# [ACTION ITEM]
Below are records; count the lines that contain "BaseException" and give only the total.

____

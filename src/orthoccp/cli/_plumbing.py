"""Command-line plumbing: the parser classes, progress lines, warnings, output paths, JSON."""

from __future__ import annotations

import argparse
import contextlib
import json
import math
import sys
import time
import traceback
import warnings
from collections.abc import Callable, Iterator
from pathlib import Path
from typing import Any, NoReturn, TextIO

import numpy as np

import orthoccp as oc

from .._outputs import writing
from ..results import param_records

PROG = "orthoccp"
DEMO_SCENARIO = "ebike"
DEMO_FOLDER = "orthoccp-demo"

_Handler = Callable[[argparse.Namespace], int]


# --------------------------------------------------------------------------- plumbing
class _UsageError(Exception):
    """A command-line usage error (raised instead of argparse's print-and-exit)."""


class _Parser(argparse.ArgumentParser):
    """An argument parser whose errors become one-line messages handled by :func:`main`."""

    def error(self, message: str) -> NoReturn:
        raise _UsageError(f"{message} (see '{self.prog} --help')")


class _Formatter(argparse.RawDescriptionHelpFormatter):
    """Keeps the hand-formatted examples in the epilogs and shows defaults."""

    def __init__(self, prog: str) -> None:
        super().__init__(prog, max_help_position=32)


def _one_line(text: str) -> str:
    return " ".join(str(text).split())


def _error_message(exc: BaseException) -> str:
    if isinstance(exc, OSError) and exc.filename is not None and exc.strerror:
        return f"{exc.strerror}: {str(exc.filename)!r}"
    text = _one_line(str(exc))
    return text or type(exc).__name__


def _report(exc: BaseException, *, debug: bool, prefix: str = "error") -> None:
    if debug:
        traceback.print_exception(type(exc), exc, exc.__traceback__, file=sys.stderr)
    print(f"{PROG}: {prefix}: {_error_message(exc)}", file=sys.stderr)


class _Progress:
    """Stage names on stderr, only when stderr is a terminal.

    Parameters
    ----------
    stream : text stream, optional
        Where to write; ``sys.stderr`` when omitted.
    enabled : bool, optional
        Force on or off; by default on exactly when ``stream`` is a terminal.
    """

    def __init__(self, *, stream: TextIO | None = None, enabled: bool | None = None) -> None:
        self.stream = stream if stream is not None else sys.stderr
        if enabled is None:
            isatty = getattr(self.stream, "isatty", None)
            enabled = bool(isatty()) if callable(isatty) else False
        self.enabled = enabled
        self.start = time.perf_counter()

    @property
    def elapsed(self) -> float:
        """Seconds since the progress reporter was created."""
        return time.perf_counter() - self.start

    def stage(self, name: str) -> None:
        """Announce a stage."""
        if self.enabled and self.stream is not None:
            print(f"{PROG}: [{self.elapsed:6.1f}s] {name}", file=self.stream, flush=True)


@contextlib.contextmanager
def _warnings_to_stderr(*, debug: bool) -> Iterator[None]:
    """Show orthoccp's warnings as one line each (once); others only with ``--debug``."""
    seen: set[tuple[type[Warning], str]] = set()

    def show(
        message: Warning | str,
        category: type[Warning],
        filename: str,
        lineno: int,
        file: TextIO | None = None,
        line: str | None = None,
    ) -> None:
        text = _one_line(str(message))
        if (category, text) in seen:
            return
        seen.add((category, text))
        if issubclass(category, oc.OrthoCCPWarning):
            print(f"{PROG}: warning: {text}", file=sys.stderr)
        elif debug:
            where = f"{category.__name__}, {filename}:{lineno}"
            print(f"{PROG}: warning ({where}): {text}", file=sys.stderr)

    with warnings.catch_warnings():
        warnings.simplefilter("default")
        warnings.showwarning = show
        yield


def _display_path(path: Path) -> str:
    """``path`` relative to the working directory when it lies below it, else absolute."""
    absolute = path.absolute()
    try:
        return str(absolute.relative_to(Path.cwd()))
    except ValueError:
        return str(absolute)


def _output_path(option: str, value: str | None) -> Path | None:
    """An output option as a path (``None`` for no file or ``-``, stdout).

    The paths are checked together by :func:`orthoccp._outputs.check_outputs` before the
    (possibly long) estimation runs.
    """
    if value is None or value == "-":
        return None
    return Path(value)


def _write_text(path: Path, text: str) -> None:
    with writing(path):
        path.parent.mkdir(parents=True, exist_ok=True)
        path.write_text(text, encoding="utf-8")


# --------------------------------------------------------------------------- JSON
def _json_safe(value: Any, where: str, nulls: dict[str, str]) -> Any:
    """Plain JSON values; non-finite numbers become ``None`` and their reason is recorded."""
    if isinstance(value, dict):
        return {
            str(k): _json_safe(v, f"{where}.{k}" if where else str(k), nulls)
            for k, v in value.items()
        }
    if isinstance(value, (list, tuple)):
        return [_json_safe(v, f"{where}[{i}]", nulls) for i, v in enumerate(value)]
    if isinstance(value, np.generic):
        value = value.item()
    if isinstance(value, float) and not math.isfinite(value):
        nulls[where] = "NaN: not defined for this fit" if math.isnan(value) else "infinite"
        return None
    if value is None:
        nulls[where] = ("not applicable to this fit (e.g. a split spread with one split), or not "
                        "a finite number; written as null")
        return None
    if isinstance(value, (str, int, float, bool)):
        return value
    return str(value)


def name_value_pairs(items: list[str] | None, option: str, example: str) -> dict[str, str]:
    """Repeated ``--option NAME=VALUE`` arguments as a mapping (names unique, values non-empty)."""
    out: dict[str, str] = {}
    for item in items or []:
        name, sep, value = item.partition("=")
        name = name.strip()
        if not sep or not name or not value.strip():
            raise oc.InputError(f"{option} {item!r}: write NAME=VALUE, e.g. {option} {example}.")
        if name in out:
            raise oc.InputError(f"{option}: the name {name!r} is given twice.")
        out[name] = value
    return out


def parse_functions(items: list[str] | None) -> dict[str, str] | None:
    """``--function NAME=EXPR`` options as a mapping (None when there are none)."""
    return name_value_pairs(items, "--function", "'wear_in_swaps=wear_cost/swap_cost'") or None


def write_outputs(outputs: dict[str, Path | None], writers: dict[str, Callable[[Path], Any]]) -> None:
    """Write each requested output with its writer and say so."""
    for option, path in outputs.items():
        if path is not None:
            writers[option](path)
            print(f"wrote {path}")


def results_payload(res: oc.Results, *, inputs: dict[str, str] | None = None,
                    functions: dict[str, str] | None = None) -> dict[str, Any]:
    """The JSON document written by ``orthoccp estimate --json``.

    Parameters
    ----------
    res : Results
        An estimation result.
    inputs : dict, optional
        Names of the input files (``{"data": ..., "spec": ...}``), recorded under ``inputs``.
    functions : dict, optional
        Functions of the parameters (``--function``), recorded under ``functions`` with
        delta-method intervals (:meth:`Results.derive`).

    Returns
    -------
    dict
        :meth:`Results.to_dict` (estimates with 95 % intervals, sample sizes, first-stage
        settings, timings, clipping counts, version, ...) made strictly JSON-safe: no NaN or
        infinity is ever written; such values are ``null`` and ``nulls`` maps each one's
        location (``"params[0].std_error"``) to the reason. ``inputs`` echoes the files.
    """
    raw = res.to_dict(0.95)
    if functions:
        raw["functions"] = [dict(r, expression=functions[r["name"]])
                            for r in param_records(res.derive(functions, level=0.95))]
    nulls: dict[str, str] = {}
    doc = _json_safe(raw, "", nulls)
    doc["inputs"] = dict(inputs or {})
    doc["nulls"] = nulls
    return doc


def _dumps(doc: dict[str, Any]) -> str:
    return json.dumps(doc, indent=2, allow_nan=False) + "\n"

____

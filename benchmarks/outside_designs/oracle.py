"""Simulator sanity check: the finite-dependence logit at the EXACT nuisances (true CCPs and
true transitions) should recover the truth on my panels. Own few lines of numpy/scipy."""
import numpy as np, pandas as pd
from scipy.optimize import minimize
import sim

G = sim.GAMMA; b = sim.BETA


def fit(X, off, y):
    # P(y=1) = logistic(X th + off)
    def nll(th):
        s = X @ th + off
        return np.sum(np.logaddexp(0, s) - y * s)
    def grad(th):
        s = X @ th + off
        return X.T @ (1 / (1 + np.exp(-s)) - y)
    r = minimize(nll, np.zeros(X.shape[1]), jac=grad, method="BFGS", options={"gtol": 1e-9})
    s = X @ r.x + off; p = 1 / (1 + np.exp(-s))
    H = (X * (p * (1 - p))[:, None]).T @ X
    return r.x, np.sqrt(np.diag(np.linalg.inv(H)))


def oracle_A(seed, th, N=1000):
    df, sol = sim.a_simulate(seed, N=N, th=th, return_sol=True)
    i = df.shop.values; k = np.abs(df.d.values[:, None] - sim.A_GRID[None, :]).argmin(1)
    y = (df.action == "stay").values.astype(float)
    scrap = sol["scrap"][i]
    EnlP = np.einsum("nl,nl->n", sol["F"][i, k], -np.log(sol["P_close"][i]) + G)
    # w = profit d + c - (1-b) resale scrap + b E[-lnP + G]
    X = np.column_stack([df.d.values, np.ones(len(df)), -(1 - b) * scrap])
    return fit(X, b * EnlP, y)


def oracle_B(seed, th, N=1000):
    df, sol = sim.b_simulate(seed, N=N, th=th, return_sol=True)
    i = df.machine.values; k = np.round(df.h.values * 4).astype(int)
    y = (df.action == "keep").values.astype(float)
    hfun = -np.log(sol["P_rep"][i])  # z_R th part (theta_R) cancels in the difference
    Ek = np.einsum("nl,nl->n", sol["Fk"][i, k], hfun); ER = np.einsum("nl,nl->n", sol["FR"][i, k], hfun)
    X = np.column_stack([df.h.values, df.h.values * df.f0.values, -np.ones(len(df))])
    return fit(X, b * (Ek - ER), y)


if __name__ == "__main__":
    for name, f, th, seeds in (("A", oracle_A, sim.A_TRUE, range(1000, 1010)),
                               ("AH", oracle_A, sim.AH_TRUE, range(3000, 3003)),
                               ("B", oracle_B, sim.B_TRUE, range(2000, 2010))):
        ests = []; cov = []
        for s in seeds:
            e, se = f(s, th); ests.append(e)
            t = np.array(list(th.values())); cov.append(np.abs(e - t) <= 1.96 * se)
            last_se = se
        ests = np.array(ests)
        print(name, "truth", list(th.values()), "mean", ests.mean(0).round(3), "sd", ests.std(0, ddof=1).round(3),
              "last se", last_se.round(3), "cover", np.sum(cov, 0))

____

# [RESULT OF THIS EXERCISE]
2